Man benötigt schon eine doppelte Rolle rückwärts um dazu zu kommen, dass gerade positives Denken depressiv mache (über die Erwartungshaltung) - weil man beim Misserfolg das positive Denken plötzlich aufgibt und flugs zur Gegenseite des Negativen Denkens wechselt?

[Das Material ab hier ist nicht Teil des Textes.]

import { afterAll, beforeAll, describe, expect, it } from 'vitest';
import { ensureTestRegion, messagesTo, setMailOutage, validSubmission, waitForMessages } from '../support/fixtures';
import { appFetch } from '../support/stack';
import { closeDb } from '../../src/db/client';

describe('an e-mail outage during submission', () => {
  beforeAll(async () => {
    await ensureTestRegion();
  });
  afterAll(async () => {
    await setMailOutage(false);
    await closeDb();
  });

  it('still stores the assessment, and the mail arrives once the service is back', async () => {
    await setMailOutage(true);
    const input = validSubmission();
    const response = await appFetch('/api/assessments', {
      method: 'POST',
      headers: { 'content-type': 'application/json' },
      body: JSON.stringify(input),
    });
    expect(response.status).toBe(201);

    // The worker has tried (and been refused) several times while the service is down.
    await new Promise((r) => setTimeout(r, 5_000));
    expect(await messagesTo(input.contact.email)).toHaveLength(0);

    await setMailOutage(false);
    const arrived = await waitForMessages(input.contact.email, (m) => m.length > 0, 90_000);
    expect(arrived).toHaveLength(1);
    expect(arrived[0]!.subject).toMatch(/Your Lagwise assessment LW-/);
  });
});
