function recommendationOf(run: RunEstimate, f: DisplayFormat): string {
  const option = run.proposed.option;
  if (option === 'leave') return OPTION_LABELS.leave;
  const covers = run.proposed.coverFittings && run.fittings.uncoveredCount > 0 ? `, removable covers on ${run.fittings.uncoveredCount} fitting${run.fittings.uncoveredCount === 1 ? '' : 's'}` : '';
  if (option === 'repair') return `${OPTION_LABELS.repair}: ${f.thickness(run.proposed.thicknessM)} ${materialName(run.proposed.material).toLowerCase()}, ${surfaceName(run.proposed.jacket).toLowerCase()}${covers}`;
  return `${OPTION_LABELS[option]}: ${f.thickness(run.proposed.thicknessM)} ${materialName(run.proposed.material).toLowerCase()}, ${surfaceName(run.proposed.jacket).toLowerCase()}${covers}`;
}

function hazardSentences(run: RunEstimate, f: DisplayFormat): string[] {
  return run.hazards.map((hazard) => {
    switch (hazard.code) {
      case 'SURFACE_ABOVE_TOUCH_LIMIT':
        return `Today the surface reaches about ${f.temperature(run.current.designSurfaceTemperatureC)} on the hottest still day, above the ${f.temperature(run.personnelProtection.touchLimitC)} touch limit.`;
      case 'SURFACE_BELOW_DEW_POINT':
        return `Today the surface sits at about ${f.temperature(run.current.designSurfaceTemperatureC)} in the wettest hour, below the ${f.temperature(run.condensationControl.dewPointC)} dew point: it sweats.`;
      case 'BARE_FITTINGS_ABOVE_TOUCH_LIMIT':
        return `${run.fittings.uncoveredCount} bare fitting${run.fittings.uncoveredCount === 1 ? '' : 's'} above the touch limit.`;
      case 'BARE_FITTINGS_BELOW_DEW_POINT':
        return `${run.fittings.uncoveredCount} bare fitting${run.fittings.uncoveredCount === 1 ? '' : 's'} below the dew point: they drip.`;
      default:
        return hazard.message;
    }
  });
}

function paybackText(f: DisplayFormat, years: number | null): string {
  return years === null ? 'for safety' : f.years(years);
}

function runsOfInput(plant: Record<string, unknown>): Record<string, unknown>[] {
  return Array.isArray(plant.runs) ? (plant.runs as Record<string, unknown>[]) : [];
}

function presentRun(run: RunEstimate, choice: RunChoice | undefined, f: DisplayFormat, atmosphereKPa: number): PresentedReportRun {
  const pressure = run.steamAbsolutePressureKPa === null ? null : f.quantity(run.steamAbsolutePressureKPa - atmosphereKPa, 'gaugePressure');
  const line = [serviceName(run.service), f.quantity(run.lengthM, 'length'), f.temperature(run.fluidTemperatureC), pressure].filter(Boolean).join(' · ');
  const heat = `${run.cold ? 'gains' : 'loses'} ${f.quantity(Math.abs(run.current.heatLossWPerM), 'heatPerLength')}`;
  const state = run.current.state === 'bare' ? 'Bare' : run.current.state === 'damaged' ? 'Partly bare' : 'Insulated';
  return {
    id: run.id,
    label: run.label,
    line,
    today: `${state}; ${heat}`,
    todayCost: `${f.money(run.current.annualCost)} a year`,
    recommendation: recommendationOf(run, f),
    priceSource: choice?.price ? 'your price for this run' : 'price table',
    installedCost: f.money(run.installedCost),
    saving: `${f.money(run.savings.annualCost)} a year`,
    payback: run.proposed.option === 'leave' ? '—' : paybackText(f, run.simplePaybackYears),
    reason: choice?.reason ? choice.reason : null,
    hazards: hazardSentences(run, f),
  };
}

Es ist sicher nicht immer einfach, das realistische Maß zu finden bei der Beurteilung von Erfolgsaussichten eines Vorhabens oder beim Blick auf die Realität. Es gibt immer eine nüchtern reale Denkweise, eine negative Denkweise und eine positive. Dabei führt die Tendenz zur Negativbewertung dazu, Chancen ungenutzt zu lassen, unnötig trübsinnig und pessimistisch durchs Leben zu gehen. Das Leben braucht aber nicht nur neutrale, nüchterne Realität, sondern immer einenen kleinen Schubs zum Optimismus.
Schon seinen Artikel hätte er gar nicht schreiben können, wenn er geglaubt hätte, dass ihn keiner liest, ihn niemand gut findet, oder dass er ihn gar nicht fertig bekommt, nachdem er ihn angefangen hat. Das Thema sollte man vielleicht generell einmal auswalzen unter der Kategorie Pessimisten gegen Optimisten - oder gleich radikaler, Depressive gegen psychisch Gesunde?